6.2. In the case of resale of the merchandise the reservation of title shall extend to the selling price.
6.3. Processing or conversion of the merchandise is always done for us. In the case of processing the merchandise with other objects not belonging to us, we shall acquire the co-ownership of the new object in relation to the value of the merchandise to the other processed objects at the time of processing. In the case of blending objects with other objects not belonging to us, we shall acquire the co-ownership of the new object in relation to the value of the merchandise to the other blended object at the time of blending. In the case the object of the purchaser is considered the principal object, the purchaser shall convey co-ownership proportional to our share.
6.4. In the case of the merchandise delivered and remaining the property of the supplier according to these regulations exceeding the amount of accounts still outstanding by more than 25%, the supplier shall waive his proprietary on request of the purchaser to the extent and according to his choice in so far, as the merchandise value exceeds 125% of the residual claim.
§ 7 Notice of defect
The purchaser shall – by sample processing, if applicable - control whether the merchandise supplied is free of defect of quality immediately upon delivery. Deviations from the delivery quantity agreed on by contract up to 10% shall not be considered a defect.
§ 8 Purchaser´s claims in terms of defect in quality
In the case of the delivery item showing a defect in quality at the date of transfer of risk, the purchaser - subject to a potential right of recourse - shall have the legal rights according to § 478, 479 BGB, however provided that:
a) Compensation claims shall be excluded unless the supplier is liable for the damage according to § 11.
b) Purchaser´s claims in terms of defect in quality shall be subject to a limitation period of 12 months unless claims under § 10 or 11 are concerned.

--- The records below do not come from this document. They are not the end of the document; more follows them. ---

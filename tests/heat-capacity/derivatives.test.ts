import fc from "fast-check";
import { describe, expect, test } from "vitest";
import { absoluteTerms } from "../../src/heat-capacity/columns.js";
import { heatCapacityForms } from "../../src/heat-capacity/forms.js";
import { plannedSeries, planOfSeries } from "../../src/heat-capacity/planned-series.js";
import type { PublishedSeries } from "../../src/heat-capacity/published-series.js";
import { anchorOfFigures, exactPropertiesAt, readSeries } from "../../src/heat-capacity/read-series.js";
import {
  addDecimals,
  decimalOf,
  decimalToNumber,
  multiplyDecimals,
  negateDecimal,
  subtractDecimals,
} from "../../src/numeric/exact-decimal.js";
import { randomSeries } from "./random-series.js";

/** Multiples of the step, so that the neighbours are decimals that a double prints in full. */
const step = 1 / 1024;
const temperaturesK = fc.integer({ min: 201 * 1024, max: 2999 * 1024 }).map((steps) => steps * step);

/**
 * Slope of a function by central difference, in 40 digits. For a term T^n it is off by n (n - 1) (n - 2)/6 (step/T)^2 of
 * the term over T: at |n| = 22 and 200 K 4.6e-8 / T.
 */
const differenceError = 5e-8;

function readOf(fit: PublishedSeries) {
  return readSeries(fit, fit.anchor === undefined ? {} : { anchor: anchorOfFigures(fit.anchor) });
}

describe.each(heatCapacityForms)("%s", (form) => {
  test("dH/dT = Cp, dS/dT = Cp/T and dG/dT = -S", () => {
    fc.assert(
      fc.property(randomSeries[form], temperaturesK, (fit, temperatureK) => {
        const read = readOf(fit);
        const [low, middle, high] = [temperatureK - step, temperatureK, temperatureK + step].map((T) => {
          const { heatCapacity, enthalpy, entropy } = exactPropertiesAt(read, T);
          const gibbsEnergy = addDecimals(enthalpy, negateDecimal(multiplyDecimals(decimalOf(T), entropy)));
          return { heatCapacity, enthalpy, entropy, gibbsEnergy };
        });
        const slope = (name: "enthalpy" | "entropy" | "gibbsEnergy"): number =>
          decimalToNumber(subtractDecimals(high![name], low![name])) / (2 * step);
        const { lowest } = planOfSeries(plannedSeries(read), "refuse");
        const allowed = (name: "enthalpy" | "entropy" | "gibbsEnergy"): number =>
          (differenceError * absoluteTerms(lowest[name], temperatureK, Math.log(temperatureK))) / temperatureK;
        const heatCapacity = decimalToNumber(middle!.heatCapacity);
        expect(Math.abs(slope("enthalpy") - heatCapacity)).toBeLessThanOrEqual(allowed("enthalpy"));
        expect(Math.abs(slope("entropy") - heatCapacity / temperatureK)).toBeLessThanOrEqual(allowed("entropy"));
        expect(Math.abs(slope("gibbsEnergy") + decimalToNumber(middle!.entropy))).toBeLessThanOrEqual(
          allowed("gibbsEnergy"),
        );
      }),
      { seed: 20261201, numRuns: 150 },
    );
  });
});
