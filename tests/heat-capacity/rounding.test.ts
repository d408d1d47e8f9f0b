import fc from "fast-check";
import { describe, expect, test } from "vitest";
import { heatCapacityForms } from "../../src/heat-capacity/forms.js";
import type { PublishedSeries } from "../../src/heat-capacity/published-series.js";
import { seriesProperties } from "../../src/heat-capacity/series-properties.js";
import { randomSeries, temperaturesK } from "./random-series.js";
import { cancelled, worstShare } from "./worst-share.js";

describe("Cp, H, S and G are within 4 eps of the sum of their absolute terms", () => {
  for (const form of heatCapacityForms) {
    test(`random fits of the form ${form}`, () => {
      fc.assert(
        fc.property(randomSeries[form], temperaturesK, (series, temperatureK) => {
          expect(worstShare(series, temperatureK)).toBeLessThanOrEqual(1);
        }),
        { seed: 20261201, numRuns: 400 },
      );
    });

    test(`fits of the form ${form} whose G all but cancels`, () => {
      fc.assert(
        fc.property(randomSeries[form], temperaturesK, (series, temperatureK) => {
          expect(worstShare(cancelled(series, temperatureK), temperatureK)).toBeLessThanOrEqual(1);
        }),
        { seed: 20261202, numRuns: 200 },
      );
    });
  }
});

test("the returned bound is 4 eps times the sum of the absolute terms", () => {
  const series: PublishedSeries = {
    kind: "series",
    form: "nine-coefficient",
    gasConstant: 8.3125,
    intervals: [{ from: 200, to: 1000, coefficients: [4e4, -200, 3, -0.001, 0, 0, 0, -1000, 5], endsAt: "fit" }],
  };
  const { roundingBounds } = seriesProperties(series, { temperature: { value: 200, unit: "K" } });
  // Cp/R: 4e4/200^2 = 1, -200/200 = -1, 3, -0.2; H/R: -200, -200 ln 200, 600, -20, -1000; S/R: -0.5, 1, 3 ln 200, -0.2, 5
  const unit = 4 * 8.3125 * Number.EPSILON;
  const logarithm = 5.298317366548036;
  expect(roundingBounds.heatCapacity / unit).toBeCloseTo(5.2, 12);
  expect(roundingBounds.enthalpy / unit).toBeCloseTo(1820 + 200 * logarithm, 9);
  expect(roundingBounds.entropy / unit).toBeCloseTo(6.7 + 3 * logarithm, 12);
  // G/R: a1/(2T), a2 ln T, (3 - 5) T - 3 T ln T, 0.0005 T^2, a2 - 1000 (H's constant with that of a2 ln T)
  expect(roundingBounds.gibbsEnergy / unit).toBeCloseTo(100 + 200 * logarithm + 400 + 600 * logarithm + 20 + 1200, 9);
});

test("high powers keep the bound over many temperatures", () => {
  const powers = [-20, -9, 7, 9, 19.5, 20];
  const anchor = {
    temperature: { value: 298.15, unit: "K", source: { text: "invented" }, origin: "memory" },
    enthalpy: { value: 0, unit: "J/mol", source: { text: "invented" }, origin: "memory" },
    entropy: { value: 0, unit: "J/mol/K", source: { text: "invented" }, origin: "memory" },
  } as const;
  fc.assert(
    fc.property(fc.constantFrom(...powers), temperaturesK, (power, temperatureK) => {
      const series: PublishedSeries = {
        kind: "series",
        form: "polynomial",
        powers: [power],
        anchor,
        intervals: [{ from: 200, to: 3000, coefficients: [Number(`3e${Math.round(-3 * power)}`)], endsAt: "fit" }],
      };
      expect(worstShare(series, temperatureK)).toBeLessThanOrEqual(1);
    }),
    { seed: 20261203, numRuns: 1000 },
  );
});
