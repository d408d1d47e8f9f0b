import { Decimal as Shared } from "decimal.js";
import type { PublishedInterval, PublishedSeries } from "../../src/heat-capacity/published-series.js";

/** Decimals of 45 digits, apart from the shared constructor. */
export const Decimal: typeof Shared = Shared.clone({ precision: 45, defaults: true });
export type Decimal = Shared;

/** The exact value of a double; `new Decimal(x)` takes the decimal as printed instead. */
export function binary(x: number): Decimal {
  let mantissa = x;
  let halvings = 0;
  while (!Number.isInteger(mantissa)) {
    mantissa *= 2;
    halvings += 1;
  }
  return new Decimal(BigInt(mantissa).toString()).div(new Decimal(2).pow(halvings));
}

export interface ExactValues {
  readonly heatCapacity: Decimal;
  readonly enthalpy: Decimal;
  readonly entropy: Decimal;
  readonly gibbsEnergy: Decimal;
}

export const functionNames = ["heatCapacity", "enthalpy", "entropy", "gibbsEnergy"] as const;

/** T^n for n a multiple of 1/2; decimal.js would take logarithms for half-integers. */
function power(T: Decimal, n: number): Decimal {
  const below = Math.floor(n);
  return n === below ? T.pow(n) : T.pow(below).times(T.sqrt());
}

const logarithms = new Map<string, Decimal>();

/** ln T, remembered: it is the dear part of the oracle. */
function ln(T: Decimal): Decimal {
  const key = T.toString();
  const known = logarithms.get(key);
  if (known !== undefined) return known;
  const value = T.ln();
  logarithms.set(key, value);
  return value;
}

const zero = new Decimal(0);
const sum = (terms: readonly Decimal[]): Decimal => terms.reduce((total, term) => total.plus(term), zero);

/** Cp, H, S and G of one interval by the textbook equations of its form. */
export function valuesOf(series: PublishedSeries, interval: PublishedInterval, temperature: Decimal): ExactValues {
  const { heatCapacity, enthalpy, entropy } = textbook(series, interval, temperature);
  return { heatCapacity, enthalpy, entropy, gibbsEnergy: enthalpy.minus(temperature.times(entropy)) };
}

type Three = Omit<ExactValues, "gibbsEnergy">;

function textbook(series: PublishedSeries, interval: PublishedInterval, T: Decimal): Three {
  const shifts = series.decimalShifts ?? [];
  const c = interval.coefficients.map((value, index) =>
    new Decimal(value).times(new Decimal(10).pow(-(shifts[index] ?? 0))),
  );
  switch (series.form) {
    case "shomate":
      return shomate(c, T.div(1000));
    case "seven-coefficient":
      return scaled(sevenCoefficient(c, T), new Decimal(series.gasConstant!));
    case "nine-coefficient":
      return scaled(nineCoefficient(c, T), new Decimal(series.gasConstant!));
    case "gibbs-energy":
      return gibbsEnergy(c, series.powers!, T);
    case "berman-brown":
      return anchored(series, c, [0, -0.5, -2, -3], T);
    case "five-term":
      return anchored(series, c, [0, 1, -2, -0.5, 2], T);
    case "haas-fisher":
      return anchored(series, [c[0]!, c[1]!.times(2), c[2]!, c[3]!, c[4]!], [0, 1, -2, 2, -0.5], T);
    case "maier-kelley":
      return anchored(series, c, [0, 1, -2], T);
    case "polynomial":
      return anchored(series, c, series.powers!, T);
  }
}

/** T. Shomate's form: Cp = A + Bt + Ct^2 + Dt^3 + E/t^2, t in 1000 K, H in kJ/mol. */
function shomate(coefficients: readonly Decimal[], t: Decimal): Three {
  const [A, B, C, D, E, F, G] = coefficients as [Decimal, Decimal, Decimal, Decimal, Decimal, Decimal, Decimal];
  const square = t.pow(2);
  const cube = t.pow(3);
  return {
    heatCapacity: sum([A, B.times(t), C.times(square), D.times(cube), E.div(square)]),
    enthalpy: sum([
      A.times(t),
      B.times(square).div(2),
      C.times(cube).div(3),
      D.times(t.pow(4)).div(4),
      E.div(t).negated(),
      F,
    ]).times(1000),
    entropy: sum([
      A.times(ln(t)),
      B.times(t),
      C.times(square).div(2),
      D.times(cube).div(3),
      E.div(square.times(2)).negated(),
      G,
    ]),
  };
}

/** In units of R: Cp/R, H/R and S/R. */
function sevenCoefficient(coefficients: readonly Decimal[], T: Decimal): Three {
  const [a1, a2, a3, a4, a5, a6, a7] = coefficients as [Decimal, Decimal, Decimal, Decimal, Decimal, Decimal, Decimal];
  return {
    heatCapacity: sum([a1, a2.times(T), a3.times(T.pow(2)), a4.times(T.pow(3)), a5.times(T.pow(4))]),
    enthalpy: sum([
      a1,
      a2.times(T).div(2),
      a3.times(T.pow(2)).div(3),
      a4.times(T.pow(3)).div(4),
      a5.times(T.pow(4)).div(5),
      a6.div(T),
    ]).times(T),
    entropy: sum([
      a1.times(ln(T)),
      a2.times(T),
      a3.times(T.pow(2)).div(2),
      a4.times(T.pow(3)).div(3),
      a5.times(T.pow(4)).div(4),
      a7,
    ]),
  };
}

/** In units of R: Cp/R, H/R and S/R. */
function nineCoefficient(coefficients: readonly Decimal[], T: Decimal): Three {
  const [a1, a2, a3, a4, a5, a6, a7, a8, a9] = coefficients as [
    Decimal,
    Decimal,
    Decimal,
    Decimal,
    Decimal,
    Decimal,
    Decimal,
    Decimal,
    Decimal,
  ];
  return {
    heatCapacity: sum([
      a1.div(T.pow(2)),
      a2.div(T),
      a3,
      a4.times(T),
      a5.times(T.pow(2)),
      a6.times(T.pow(3)),
      a7.times(T.pow(4)),
    ]),
    enthalpy: sum([
      a1.div(T.pow(2)).negated(),
      a2.times(ln(T)).div(T),
      a3,
      a4.times(T).div(2),
      a5.times(T.pow(2)).div(3),
      a6.times(T.pow(3)).div(4),
      a7.times(T.pow(4)).div(5),
      a8.div(T),
    ]).times(T),
    entropy: sum([
      a1.div(T.pow(2)).div(2).negated(),
      a2.div(T).negated(),
      a3.times(ln(T)),
      a4.times(T),
      a5.times(T.pow(2)).div(2),
      a6.times(T.pow(3)).div(3),
      a7.times(T.pow(4)).div(4),
      a9,
    ]),
  };
}

/** From G = a + bT + cT ln T + sum of d T^n: S = -dG/dT, H = -T^2 d(G/T)/dT, Cp = -T d2G/dT2. */
function gibbsEnergy(coefficients: readonly Decimal[], powers: readonly number[], T: Decimal): Three {
  const [a, b, c, ...d] = coefficients as [Decimal, Decimal, Decimal, ...Decimal[]];
  const each = (value: (n: number, d: Decimal) => Decimal): Decimal =>
    sum(powers.map((n, index) => value(n, d[index]!)));
  const curvature = c.div(T).plus(
    each((n, d) =>
      d
        .times(n)
        .times(n - 1)
        .times(power(T, n - 2)),
    ),
  );
  const slope = sum([b, c, c.times(ln(T)), each((n, d) => d.times(n).times(power(T, n - 1)))]);
  const slopeOverT = sum([a.div(T.pow(2)).negated(), c.div(T), each((n, d) => d.times(n - 1).times(power(T, n - 2)))]);
  return {
    heatCapacity: T.times(curvature).negated(),
    enthalpy: T.pow(2).times(slopeOverT).negated(),
    entropy: slope.negated(),
  };
}

function scaled({ heatCapacity, enthalpy, entropy }: Three, by: Decimal): Three {
  return { heatCapacity: heatCapacity.times(by), enthalpy: enthalpy.times(by), entropy: entropy.times(by) };
}

/** H = H0 + integral of Cp dT and S = S0 + integral of Cp/T dT from the anchor, for one interval that holds it. */
function anchored(series: PublishedSeries, c: readonly Decimal[], powers: readonly number[], T: Decimal): Three {
  const factor = series.unit === "cal_th/mol/K" ? new Decimal("4.184") : new Decimal(1);
  const { temperature, enthalpy, entropy } = series.anchor!;
  const T0 = new Decimal(temperature.value);
  const integral = (n: number): Decimal =>
    n === -1
      ? ln(T).minus(ln(T0))
      : power(T, n + 1)
          .minus(power(T0, n + 1))
          .div(n + 1);
  return {
    heatCapacity: sum(c.map((value, index) => value.times(power(T, powers[index]!)))).times(factor),
    enthalpy: sum(c.map((value, index) => value.times(integral(powers[index]!))))
      .times(factor)
      .plus(enthalpy.value),
    entropy: sum(c.map((value, index) => value.times(integral(powers[index]! - 1))))
      .times(factor)
      .plus(entropy.value),
  };
}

§ 9 Purchaser´s right of recourse
Should the purchaser of a consumer product possess a right of recourse against the supplier the legal requirements § 478, 479 BGB are applicable, provided that compensation is owed within the limits of § 11 only.
§ 10 Liabilites
10.1. Unless stipulated otherwise herein the supplier shall be liable for compensation – whatever of which legal reason – solely in the following cases:
a) In the case of intent or gross negligence of the supplier, his legal representative and his vicarious agents;
b) In the case of damages to life, body or health;
c) In the cases of § 444 BGB (fraudulent concealment of a defect and
assumption of a liability);
d) In the case of negligent violation of a contractual obligation essential
to meeting contractual ends;
e) In the case of defects of the merchandise delivered to the extent to which liability applies according to the product liability act for personal injury and material damages to privately utilized objects.
10.2 In the cases of paragraph1 d) liability for loss of profit and other financial losses shall be excluded unless these are covered by the liability insurance of the supplier.
§ 11 Place of jurisdiction
If the purchaser is a business company the place of jurisdiction for all disputes resulting from the contractual relationship, either directly or indirectly, shall be Hamburg. The supplier shall also be entitled to take legal action at the purchaser´s headquarters.